Like most Americans, I am familiar with Pastor Martin Niemöller's famous quote, but I knew almost nothing about him until recently. I knew he was a Protestant pastor who opposed Adolph Hitler during the 1930s, but I did not realize that Niemöller spent seven years in a Nazi concentration camp.
As William Shirer noted in his memoirs, Niemöller would seem to be an unlikely person to stand up to the Nazis. Niemöller had been a decorated U-boat commander during the First World War. He was a fervent nationalist during the post-war years, and he welcomed the day when Hitler became the chancellor of the Reich in 1933.
But Niemöller slowly became disillusioned with Hitler, and he spoke out publicly against Nazism from his pulpit. At some point, Niemoller realized that Hitler meant to wipe out Christianity in Germany and replace it with the National Reich Church.

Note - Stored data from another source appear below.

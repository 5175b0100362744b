package ledger

import (
	"context"
	"slices"
	"testing"
	"time"

	"lapgate/pipeline"
)

// Three units: one rejected for a dig and a scratch, cleaned and accepted, whose dig was
// dust; one whose second showing could not be laid over its first; one shown once.
func TestCountsByPermanentDefects(t *testing.T) {
	onEach(t, func(t *testing.T, s *Store) {
		ctx := context.Background()
		dusty := mustRecord(t, s, disc("dusty", 1, pipeline.Reject, noon, "dig too large", "scratch too wide"))
		again := mustRecord(t, s, disc("dusty", 2, pipeline.Accept, noon.Add(time.Minute)))
		mustRecord(t, s, disc("unknown", 1, pipeline.Reject, noon, "dig too large"))
		unknown := mustRecord(t, s, disc("unknown", 2, pipeline.Accept, noon.Add(time.Minute)))
		mustRecord(t, s, disc("once", 1, pipeline.Accept, noon))
		wait, err := s.Unregistered(ctx)
		if err != nil || len(wait) != 2 {
			t.Fatalf("waiting: %+v, %v", wait, err)
		}
		c, err := s.Counts(ctx, Question{})
		if err != nil || c[0].Permanent != (Tally{Accept: 1, Reject: 2}) {
			t.Fatalf("before: %+v, %v", c, err)
		}
		r := Registration{Previous: dusty.ID, Against: dusty.ID, PreviousAttempt: 1, Known: true, RotationDeg: 120.5, ShiftUUM: -3, RMSUM: 1.5,
			Pairs: []DefectPair{{1, 2, 0.75}}, Removable: []int{2}, Arrived: []int{1}, Verdict: pipeline.Accept, At: noon}
		if err := s.PutRegistration(ctx, again.ID, r); err != nil {
			t.Fatal(err)
		}
		if err := s.PutRegistration(ctx, unknown.ID, Registration{Previous: 1, Verdict: pipeline.Reject, Reasons: []string{"dig too large"}}); err != nil {
			t.Fatal(err)
		}
		c, err = s.Counts(ctx, Question{GroupBy: []Dimension{ByLot}})
		if err != nil || len(c) != 1 || c[0].Permanent != (Tally{Accept: 2, Reject: 1}) || c[0].First != (Tally{Accept: 1, Reject: 2}) {
			t.Errorf("after: %+v, %v", c, err)
		}
		reasons, err := s.Reasons(ctx, Question{})
		if err != nil || len(reasons) != 2 || reasons[0].First != 2 || reasons[0].Removable != 1 || reasons[1].First != 1 || reasons[1].Removable != 1 {
			t.Errorf("reasons: %+v, %v", reasons, err)
		}
		// The one against a showing that is not the one before is to be made again.
		if wait, err = s.Unregistered(ctx); err != nil || len(wait) != 1 || wait[0].Unit != "unknown" {
			t.Errorf("waiting: %+v, %v", wait, err)
		}
		story, err := s.Unit(ctx, "disc-25", "dusty")
		if err != nil || len(story) != 2 || story[0].Registration != nil || story[1].Registration == nil {
			t.Fatalf("story: %+v, %v", story, err)
		}
		if g := story[1].Registration; g.Previous != dusty.ID || g.Against != dusty.ID || g.RotationDeg != 120.5 || !slices.Equal(g.Pairs, r.Pairs) ||
			!slices.Equal(g.Removable, r.Removable) || g.Verdict != pipeline.Accept || len(g.Reasons) != 0 || !g.At.Equal(noon) {
			t.Errorf("registration: %+v", g)
		}
		wantKind(t, s.PutRegistration(ctx, again.ID, Registration{}), pipeline.InvalidKind)
		wantKind(t, s.PutRegistration(ctx, 12345, r), pipeline.NotFoundKind)
	})
}

// An attempt that comes late pushes itself between two that were held against each other.
func TestALateAttemptIsHeldAgainstToo(t *testing.T) {
	onEach(t, func(t *testing.T, s *Store) {
		ctx := context.Background()
		first := mustRecord(t, s, disc("u", 1, pipeline.Reject, noon))
		third := mustRecord(t, s, disc("u", 3, pipeline.Accept, noon.Add(2*time.Minute)))
		if err := s.PutRegistration(ctx, third.ID, Registration{Previous: first.ID, Verdict: pipeline.Accept}); err != nil {
			t.Fatal(err)
		}
		if wait, err := s.Unregistered(ctx); err != nil || len(wait) != 0 {
			t.Fatalf("waiting: %+v, %v", wait, err)
		}
		mustRecord(t, s, disc("u", 2, pipeline.Hold, noon.Add(time.Minute)))
		if wait, err := s.Unregistered(ctx); err != nil || len(wait) != 1 {
			t.Errorf("waiting: %+v, %v", wait, err)
		}
		list, err := s.Attempts(ctx, first.Identity)
		if err != nil || len(list) != 3 || list[1].Attempt != 2 || list[2].Registration == nil || len(list[0].Evidence.Defects) != 2 {
			t.Errorf("attempts: %+v, %v", list, err)
		}
	})
}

Indeed, Hitler's national church publicly repudiated the "strange and foreign" Christian religion. The Reich church openly acknowledged that it intended to place Mein Kampe on church altars instead of the Bible.

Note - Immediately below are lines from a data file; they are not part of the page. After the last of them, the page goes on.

package ledger

import (
	"context"
	"database/sql"
	"errors"
	"math"

	"lapgate/pipeline"
)

// Repair recomputes every roll-up that no longer fits the inspections. Queries repair
// what they ask for themselves; a server may call Repair now and then so that they find
// little to do.
func (s *Store) Repair(ctx context.Context) error { return s.repair(ctx, 0, math.MaxInt64) }

func (s *Store) repair(ctx context.Context, fromUS, toUS int64) error {
	buckets, err := s.dirty(ctx, fromUS, toUS)
	if err != nil {
		return s.engine.classify(err)
	}
	for _, b := range buckets {
		t := newTally(b.us, b.us+bucketUS)
		if err := s.count(ctx, t); err != nil {
			return s.engine.classify(err)
		}
		if err := s.writeTally(ctx, b, t); err != nil {
			return err
		}
	}
	return nil
}

func (s *Store) writeTally(ctx context.Context, b dirtyBucket, t *tally) error {
	return s.write(ctx, func(tx *sql.Tx) error { return replaceBucket(ctx, tx, b, t) })
}

// replaceBucket writes a bucket's counts. The counts were taken after its mark was read:
// if the mark has changed since, the bucket stays dirty and is counted again; if the
// bucket is clean, another server was faster and knew at least as much.
func replaceBucket(ctx context.Context, tx *sql.Tx, b dirtyBucket, t *tally) error {
	var mark int64
	err := tx.QueryRowContext(ctx, `UPDATE dirty_buckets SET mark = mark WHERE bucket_us = $1 RETURNING mark`, b.us).Scan(&mark)
	if errors.Is(err, sql.ErrNoRows) {
		return nil
	}
	if err != nil {
		return err
	}
	for _, query := range []string{`DELETE FROM rollup_verdicts WHERE bucket_us = $1`, `DELETE FROM rollup_reasons WHERE bucket_us = $1`} {
		if _, err := tx.ExecContext(ctx, query, b.us); err != nil {
			return err
		}
	}
	if err := insertTally(ctx, tx, b.us, t); err != nil {
		return err
	}
	_, err = tx.ExecContext(ctx, `DELETE FROM dirty_buckets WHERE bucket_us = $1 AND mark = $2`, b.us, b.mark)
	return err
}

func insertTally(ctx context.Context, tx *sql.Tx, bucketUS int64, t *tally) error {
	for k, n := range t.verdicts {
		_, err := tx.ExecContext(ctx, `INSERT INTO rollup_verdicts (bucket_us, part, surface, process, lot, line, station, recipe, purpose, verdict,
			showings, first_pass, final, attempts, binned, first_binned, retest_accepts, permanent)
			VALUES ($1, $2, $3, $4, $5, $6, $7, $8, $9, $10, $11, $12, $13, $14, $15, $16, $17, $18)`,
			append(k.args(bucketUS), n.showings, n.first, n.final, n.attempts, n.binned, n.firstBinned, n.retestAccepts, n.permanent)...)
		if err != nil {
			return err
		}
	}
	for k, n := range t.reasons {
		_, err := tx.ExecContext(ctx, `INSERT INTO rollup_reasons (bucket_us, part, surface, process, lot, line, station, recipe, purpose, verdict,
			reason, showings, principal, first_showings, first_principal, removable)
			VALUES ($1, $2, $3, $4, $5, $6, $7, $8, $9, $10, $11, $12, $13, $14, $15, $16)`,
			append(k.args(bucketUS), k.reason, n.showings, n.principal, n.first, n.firstPrincipal, n.removable)...)
		if err != nil {
			return err
		}
	}
	return nil
}

func (k cellVerdict) args(bucketUS int64) []any {
	return []any{bucketUS, k.part, k.surface, k.process, k.lot, k.line, k.station, k.recipe, k.purpose, string(k.verdict)}
}

// count reads every showing of every unit that was shown within the tally's time.
func (s *Store) count(ctx context.Context, t *tally) error {
	var unit []rawShowing
	err := each(ctx, s.reader, func(r *sql.Rows) error {
		raw, err := scanRaw(r)
		if err != nil {
			return err
		}
		if len(unit) > 0 && unit[0].unit != raw.unit {
			t.add(unit)
			unit = unit[:0]
		}
		unit = append(unit, raw)
		return nil
	}, countQuery, t.fromUS, t.toUS)
	if err == nil && len(unit) > 0 {
		t.add(unit)
	}
	return err
}

const countQuery = `SELECT i.id, i.part, i.lot, i.unit, i.surface, i.station, i.purpose, i.process, i.line, i.recipe,
	i.attempt, i.counted_us, i.verdict, COALESCE(d.decision, ''),
	COALESCE((SELECT o.bin FROM outcomes o WHERE o.inspection_id = i.id ORDER BY o.seq DESC LIMIT 1), ''),
	COALESCE(j.reasons, '[]'), COALESCE(g.permanent_verdict, ''), COALESCE(g.permanent_reasons, '[]')
	FROM (SELECT DISTINCT part, lot, unit, surface, station, purpose FROM inspections WHERE counted_us >= $1 AND counted_us < $2) u
	JOIN inspections i ON i.part = u.part AND i.lot = u.lot AND i.unit = u.unit AND i.surface = u.surface
		AND i.station = u.station AND i.purpose = u.purpose
	LEFT JOIN judgements j ON j.inspection_id = i.id AND j.seq = 0 AND i.verdict <> 'accept'
	LEFT JOIN dispositions d ON d.inspection_id = i.id
	LEFT JOIN registrations g ON g.inspection_id = i.id
	ORDER BY i.part, i.lot, i.unit, i.surface, i.station, i.purpose, i.attempt, i.counted_us, i.id`

func scanRaw(r *sql.Rows) (rawShowing, error) {
	var raw rawShowing
	var reasons, permanent string
	u, c := &raw.unit, &raw.cell
	err := r.Scan(&raw.id, &u.part, &u.lot, &u.unit, &u.surface, &u.station, &u.purpose, &c.process, &c.line, &c.recipe,
		&raw.attempt, &raw.countedUS, &raw.verdict, &raw.decision, &raw.bin, &reasons, &raw.permanent, &permanent)
	if err != nil {
		return raw, err
	}
	c.part, c.lot, c.surface, c.station, c.purpose = u.part, u.lot, u.surface, u.station, u.purpose
	if raw.reasons, err = reasonNames(reasons); err != nil {
		return raw, err
	}
	return raw, fromJSON("permanent reasons", permanent, &raw.permanentReasons)
}

// reasonNames returns the names of a judgement's reasons, each once, in order.
func reasonNames(text string) ([]string, error) {
	var reasons []pipeline.Reason
	if err := fromJSON("reasons", text, &reasons); err != nil {
		return nil, err
	}
	var names []string
	seen := map[string]bool{}
	for _, r := range reasons {
		if !seen[r.Name] {
			seen[r.Name] = true
			names = append(names, r.Name)
		}
	}
	return names, nil
}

With great courage, Niemöllerdefended his Christian faith against Hitler's paganism. In 1937, he was arrested by the Gestapo and sent to Dachau.
Shirer, reflecting on the struggle between Hitler and German Christians during the 1930s, admitted that he had perhaps paid too much attention to it. After all, most Germans were not alarmed by what the Nazis were doing. "I should have realized," Shirer wrote, "that a people who had so lightly given up their political, cultural and economic freedom were not . . . going to die or even risk imprisonment to preserve freedom of worship."
Today, the United States is swirling in a witch's brew of cancel culture, Antifa, Black Lives Matter, and "wokedom." Elected politicians publicly denounce the police, and demonstrators feel free to throw bricks and bottles at police officers. Day after day, vandals posing as protesters destroy statues and monuments that memorialize America's heritage. Churches and businesses are being set afire, and almost no one is prosecuted.
If the United States had a free press and healthy universities, all this destructive rhetoric and criminal behavior would be thunderously denounced in the media, much as some newspapers denounced the Ku Klux Klan in the 1920s.
But America no longer has a free press. Instead, as Bari Weiss wrote this week in a letter to the New York Times," a new consensus has emerged in the press . . . that truth isn't a process of collective discovery, but an orthodoxy already known to an enlightened few whose job is to inform everyone else."
If our nation's universities were truly a marketplace of ideas, as the Supreme Court once described them, our intellectuals would speak up when a professor is bullied and even fired for failing to acquiesce to the destructive agenda of the cancel culture. But they are not speaking up.
For the most part, Americans are indifferent to the mass assault on traditional American values and our nation's democratic traditions. Our media and our universities are hell-bent on destroying American society, and few people dare to stand up to them.
We are like the Germans of the 1930s who stayed on the sidelines instead of opposing Hitler's thuggery. And like the Germans, we will eventually regret our cowardice.